_WORK TO BE COMPLETED_. Among the lines below, a stretch begins at the one with "if (by <= LIMIT_SLACK" and ends at the one with "bad: 'G21 G90 G54\nT1". Repeat that stretch exactly, ends included.

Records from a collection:

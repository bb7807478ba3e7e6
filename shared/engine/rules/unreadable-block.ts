import { figure, text } from './finding-data';
import { reportProblem } from './report-problem';
import { defineRule } from './rule';

/** Text that is no block: the controller stops here, or reads it in a way nobody can foretell. */
export const unreadableBlock = defineRule({
  id: 'unreadable-block',
  group: 'reading',
  title: 'A line that is no block',
  severity: 'stop',
  protects: 'The run from stopping half-way, or from a move that nobody wrote.',
  explanation:
    'A block is made of words: a letter with its number. Anything else is refused by some controllers and guessed at by others, so nothing of such a line is carried out in this check, and what follows is judged as if the line were not there.',
  examples: { bad: 'G21 G90 G54\nG0 X10 Y\nM30', good: 'G21 G90 G54\nG0 X10 Y5\nM30' },
  word: (data) => ({ message: describe(data), advice: advise(text(data, 'reason')) }),
  observe: (_shop, report) => reportProblem(report, 'unreadable-block'),
});

function describe(data: Parameters<typeof text>[0]): string {
  const what = text(data, 'what');
  switch (text(data, 'reason')) {
    case 'comment-not-closed':
      return 'A comment is opened with “(” and not closed on its line.';
    case 'exponent':
      return `${what} is written with an exponent, which is no number to most controllers.`;
    case 'comma':
      return `${what} holds a comma where a number is expected.`;
    case 'two-points':
      return `${what} holds more than one decimal point.`;
    case 'no-number':
      return `The letter ${text(data, 'letter')} stands without a number.`;
    case 'too-many-words':
      return `The line holds ${figure(data, 'words')} words; no more than ${figure(data, 'most')} are read.`;
    case 'too-long':
      return `The line is ${figure(data, 'length')} bytes long; no more than ${figure(data, 'most')} are read.`;
    case 'value-missing':
      return `A value is missing behind “${what}”.`;
    case 'value':
      return `“${what}” stands where a value is expected.`;
    case 'bracket-not-closed':
      return `The bracket “[” of “${what}” is not closed.`;
    case 'operator':
      return `“${what}” stands where an operator or a closing bracket is expected.`;
    case 'comparison':
      return `“${what}” compares, which the published language does not know.`;
    case 'needs-brackets':
      return `The value in “${what}” is worked out without brackets, which this controller does not read.`;
    case 'sign':
      return `A sign stands right before a computed value in “${what}”, which the published language refuses.`;
    case 'function':
      return `“${what}” is no function of this controller, or stands without its bracket.`;
    case 'atan':
      return 'ATAN needs two values here: ATAN[y]/[x].';
    case 'exists':
      return 'EXISTS asks for a named parameter: EXISTS[#<name>].';
    case 'too-deep':
      return 'More brackets stand within one another than any controller reads.';
    case 'too-many-values':
      return 'The line holds more values than any controller reads.';
    case 'no-equals':
      return `“${what}” is followed by no “=”, so it neither sets a parameter nor is a word.`;
    case 'misspelt-name':
      return `“${what}” is no parameter; a name begins behind “#<”, and “_” comes first inside it.`;
    case 'named':
      return `“${what}” begins a named parameter, which the published language does not know.`;
    case 'name-not-closed':
      return `The name “${what}” is not closed with “>”.`;
    case 'name-too-long':
    case 'name-empty':
      return `“${what}” is no name of a parameter or subroutine.`;
    case 'control-word':
      return text(data, 'meant') === ''
        ? `“${what}” is no control word.`
        : `“${what}” is no control word; “${text(data, 'meant')}” may be meant.`;
    case 'label':
      return `“${what}” is no label: an O is followed by a number, or by a name in “<>”.`;
    case 'condition':
      return `“${what}” needs a condition or a count in brackets behind it.`;
    case 'flow-values':
      return `“${what}” has more values behind it than it takes.`;
    case 'flow-place':
      return `“${what}” has to stand first in its line.`;
    case 'flow-company':
      return `“${what}” stands in a line that steers the program, and nothing else may stand there.`;
    case 'if-without-then':
      return 'Behind the condition of an IF stands neither GOTO nor THEN.';
    case 'while-without-do':
      return 'Behind the condition of a WHILE stands no DO.';
    case 'loop-number':
      return `“${what}” names no loop: DO and END are followed by its number.`;
    case 'goto-target':
      return 'GOTO names no line to go to.';
    case 'flow-unpaired':
      return `“${what}” belongs to no ${text(data, 'other')} of its label above it.`;
    case 'flow-open':
      return `“${what}” begins what no ${text(data, 'other')} of its label ends.`;
    case 'flow-label':
      return text(data, 'other') === ''
        ? `“${what}” has a label that would have to be worked out, and only a call may.`
        : `The label of “${what}” already belongs to another ${text(data, 'other')}.`;
    case 'flow-crossing':
      return `“${what}” crosses the loop ${text(data, 'other')}.`;
    case 'flow-depth':
      return `“${what}” is no loop: only 1, 2 and 3 are.`;
    case 'into-loop':
      return `The jump to ${what} leads into a loop that has not been begun.`;
    case 'too-large':
      return `${what} is larger than any controller counts.`;
    case 'semicolon':
      return 'A comment stands behind a semicolon, which this controller does not know.';
    case 'percent':
      return 'A “%” stands alone on its line, but the program does not begin with one.';
    case 'line-number-first':
      return `The line number ${what} does not stand first in its block, or is none.`;
    case 'slash':
      return 'A “/” stands inside the block; block delete is only read at its beginning.';
    case 'stray-bracket':
      return 'A “)” closes a comment that was never opened.';
    default:
      return `“${what}” is not a word of a block.`;
  }
}

function advise(reason: string): string {
  if (reason === 'comment-not-closed') return 'Close the comment with “)” on the same line.';
  if (reason === 'exponent') return 'Write the number out in digits, or round it when posting.';
  if (reason === 'no-number') return 'Write the number behind the letter, or take the letter out.';
  if (reason === 'needs-brackets' || reason === 'sign')
    return 'Put the value in brackets: [0-#7] for -#7, #1=[#2+1] for #1=#2+1.';
  if (reason === 'bracket-not-closed') return 'Close the bracket where the value ends.';
  if (reason === 'control-word') return 'Write the control word as the controller knows it.';
  if (reason === 'flow-company' || reason === 'flow-place')
    return 'Give what steers the program a line of its own.';
  if (reason === 'too-long' || reason === 'too-many-words') return 'Split the line into blocks.';
  return 'Correct the line, or put it in a comment if it is only text.';
}
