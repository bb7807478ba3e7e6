import { test } from 'vitest';
import { checkRule } from '../testing/check-rule';
import { toolInTwoPockets } from './tool-in-two-pockets';

test('flags a tool that the loading puts into two pockets, once', () => {
  checkRule(
    toolInTwoPockets,
    {
      loading: {
        pockets: [
          { pocket: 1, tool: 1 },
          { pocket: 5, tool: 1 },
          { pocket: 2, tool: 2 },
        ],
      },
    },
    `
T2 M6
T1 M6
^^^^^ tool-in-two-pockets: The loading puts T1 (10 mm end mill) into pockets 1 and 5.
T2 M6
T1 M6
M30
`,
  );
});

test('says nothing of tools the program does not use', () => {
  checkRule(
    toolInTwoPockets,
    {
      loading: {
        pockets: [
          { pocket: 1, tool: 1 },
          { pocket: 5, tool: 1 },
          { pocket: 2, tool: 2 },
        ],
      },
    },
    `
T2 M6
M30
`,
  );
});
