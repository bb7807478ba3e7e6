import { openSpan } from '../geometry/span';
import { Material } from '../shop/material';
import { openCutRecord } from './cut-record';
import { figure } from './finding-data';
import { defineRule } from './rule';

/** A rapid straight down into the stock. */
export const plungeAtRapid = defineRule({
  id: 'plunge-at-rapid',
  group: 'travel-and-clearance',
  title: 'A rapid plunges into the stock',
  severity: 'stop',
  protects: 'The cutter and the spindle bearings from being driven into material at full speed.',
  explanation:
    'A rapid straight down that takes the tip under the top of the stock, by the tool’s real length, so that a wrong length offset shows here too. Into stock that nothing has cut it is a stop; into a place that this program has cut to that depth it is a hold, because what is left standing there is not followed yet. A cycle’s own rapids inside its hole are never meant. Without a job sheet everything under Z zero counts as stock.',
  examples: {
    bad: 'G21 G90 G17 G54\nT1 M6\nS18000 M3\nG43 H1\nG0 X50 Y50 Z5\nG0 Z-5\nM30',
    good: 'G21 G90 G17 G54\nT1 M6\nS18000 M3\nG43 H1\nG0 X50 Y50 Z5\nG0 Z0.5\nG1 Z-5 F1000\nM30',
  },
  word: (data, lengths) => ({
    message:
      data['cut'] === true
        ? `Plunges at rapid to ${lengths.length(figure(data, 'deep'))} under the top of the stock, where this program has cut but the space is not known to be cleared.`
        : `Plunges at rapid ${lengths.length(figure(data, 'deep'))} into the stock.`,
    advice:
      data['cut'] === true
        ? 'Look that the hole or pocket is clear at this place, or stop the rapid above the stock and feed from there.'
        : 'Stop the rapid above the stock and plunge at feed; if the depth itself surprises, check the length offset and the height of work zero.',
  }),
  observe: (shop, report) => {
    const material = new Material(shop);
    const cut = openCutRecord(shop, material, report.cuts);
    const span = openSpan();
    return {
      quiet({ feed, rapid }, state) {
        material.keepClear(rapid, state);
        if (report.cuts.isKept) material.keepClear(feed, state);
      },
      motion(motion, state) {
        if (motion.kind !== 'rapid') return cut.record(motion, state);
        if (motion.inHole || motion.by === 'change' || motion.fromZ <= motion.toZ) return;
        if (motion.fromX !== motion.toX || motion.fromY !== motion.toY) return;
        if (!material.isMet(motion, state, span)) return;
        const deep = material.depthAt(span.lowest, state);
        const isCut = cut.isCut(motion, state, span);
        report.found(
          {
            cause: isCut ? 'cut' : 'standing',
            by: deep,
            at: state.place({ letters: 'Z' }),
            ...(isCut ? { severity: 'hold' } : {}),
            data: { deep, cut: isCut },
          },
          state,
        );
      },
    };
  },
});
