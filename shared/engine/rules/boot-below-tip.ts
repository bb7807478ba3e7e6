import { LIMIT_SLACK } from '../geometry/tolerance';
import { openSpan } from '../geometry/span';
import { Material } from '../shop/material';
import { bootAfter } from './boot-state';
import { figure, text, toolWords } from './finding-data';
import { defineRule } from './rule';

/** The rigid boot hangs lower than the tip of the tool that cuts. */
export const bootBelowTip = defineRule({
  id: 'boot-below-tip',
  group: 'travel-and-clearance',
  title: 'The boot hangs lower than the tip',
  severity: 'hold',
  hold: 'look',
  protects: 'The boot, the clamps and the work from a boot that touches before the cutter does.',
  explanation:
    'With a tool shorter than the rigid boot is deep, the boot meets the stock before the tip can cut. It is said once for each tool, at its first cut, while the boot is down; bristles bend and do not count.',
  examples: {
    setup: {
      machine: {
        bodies: [
          {
            name: 'boot',
            rides: 'head',
            boot: 'stays',
            box: { min: { x: -70, y: -70, z: -96 }, max: { x: 70, y: 70, z: -60 } },
          },
        ],
      },
    },
    bad: 'G21 G90 G17 G54\nT1 M6\nS18000 M3\nG43 H1\nG0 X50 Y50 Z5\nG1 Z-5 F1000\nM30',
    good: 'G21 G90 G17 G54\nT6 M6\nS18000 M3\nG43 H6\nG0 X50 Y50 Z5\nG1 Z-5 F1000\nM30',
  },
  word: (data, lengths) => ({
    message: `The ${text(data, 'boot')} hangs ${lengths.length(figure(data, 'by'))} lower than the tip of ${toolWords(data)}.`,
    advice: 'Lift or dock the boot for this tool, or hold the tool longer and measure it again.',
  }),
  observe: (shop, report) => {
    const boots = shop.setup.machine.bodies.filter((body) => body.boot && body.rides === 'head');
    if (boots.length === 0) return {};
    const material = new Material(shop);
    const span = openSpan();
    let isDown = true;
    let judged: number | null = null;
    return {
      deed(event) {
        isDown = bootAfter(event, isDown);
      },
      toolChanged() {
        judged = null;
      },
      quiet({ feed }, state) {
        const { tool } = state.held;
        if (tool && judged !== tool.number && state.turning !== 'off')
          material.keepClear(feed, state);
      },
      motion(motion, state) {
        const { tool } = state.held;
        if (!tool || judged === tool.number || state.turning === 'off') return;
        if (motion.kind !== 'feed' && motion.kind !== 'arc') return;
        if (!material.isMet(motion, state, span)) return;
        judged = tool.number;
        for (const boot of boots) {
          if (boot.boot !== 'stays' && !isDown) continue;
          const by = -(boot.box.min.z ?? -Infinity) - tool.gaugeLength;
          if (by <= LIMIT_SLACK || !Number.isFinite(by)) continue;
          const data = { boot: boot.name, by, tool: tool.number, name: tool.name };
          report.found({ cause: boot.name, by, at: state.place({ letters: 'Z' }), data }, state);
        }
      },
    };
  },
});
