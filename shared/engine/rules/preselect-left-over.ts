import { figure, has } from './finding-data';
import { defineRule } from './rule';
import { watchSelections } from './watch-selections';

/** The last T of the program is never used. */
export const preselectLeftOver = defineRule({
  id: 'preselect-left-over',
  group: 'tools',
  title: 'A tool is left chosen at the end',
  severity: 'hold',
  hold: 'judge',
  protects: 'The next program from a bare change that fetches this tool.',
  explanation:
    'The program ends with a tool chosen and not fetched. Many posts name the first tool again at the end, ready for the next part: that is only a note. The tool in the spindle chosen again, and T0, leave nothing over.',
  examples: {
    bad: 'G21 G90 G54\nT1 M6\nT2\nG1 X10 F1000\nM30',
    good: 'G21 G90 G54\nT1 M6\nT2\nG1 X10 F1000\nT2 M6\nM30',
  },
  word: (data) =>
    has(data, 'first')
      ? {
          message: `The program ends with T${figure(data, 'tool')}, its first tool, chosen and not fetched.`,
          advice: 'Leave it if this program runs again next; otherwise take the T word out.',
        }
      : {
          message: `The program ends with T${figure(data, 'tool')} chosen and not fetched.`,
          advice: `Take T${figure(data, 'tool')} out, or write the M6 that was meant.`,
        },
  observe: (_shop, report) =>
    watchSelections((left, state) => {
      const { number, place, atEnd, cutAfter, cutBefore, changed, firstTool } = left;
      const isForgottenChange = cutAfter && (!changed || cutBefore);
      if (!atEnd || number === 0 || isForgottenChange) return;
      const isFirst = number === firstTool;
      const data = { tool: number, ...(isFirst && { first: true }) };
      const severity = isFirst ? 'note' : 'hold';
      report.found({ cause: `T${number}`, at: place, severity, tool: number, data }, state);
    }),
});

_EXPECTED ANSWER_.
          if (by <= LIMIT_SLACK || !Number.isFinite(by)) continue;
          const data = { boot: boot.name, by, tool: tool.number, name: tool.name };
          report.found({ cause: boot.name, by, at: state.place({ letters: 'Z' }), data }, state);
        }
      },
    };
  },
});
filename shared/engine/rules/preselect-left-over.ts
import { figure, has } from './finding-data';
import { defineRule } from './rule';
import { watchSelections } from './watch-selections';

/** The last T of the program is never used. */
export const preselectLeftOver = defineRule({
  id: 'preselect-left-over',
  group: 'tools',
  title: 'A tool is left chosen at the end',
  severity: 'hold',
  hold: 'judge',
  protects: 'The next program from a bare change that fetches this tool.',
  explanation:
    'The program ends with a tool chosen and not fetched. Many posts name the first tool again at the end, ready for the next part: that is only a note. The tool in the spindle chosen again, and T0, leave nothing over.',
  examples: {
    bad: 'G21 G90 G54\nT1 M6\nT2\nG1 X10 F1000\nM30',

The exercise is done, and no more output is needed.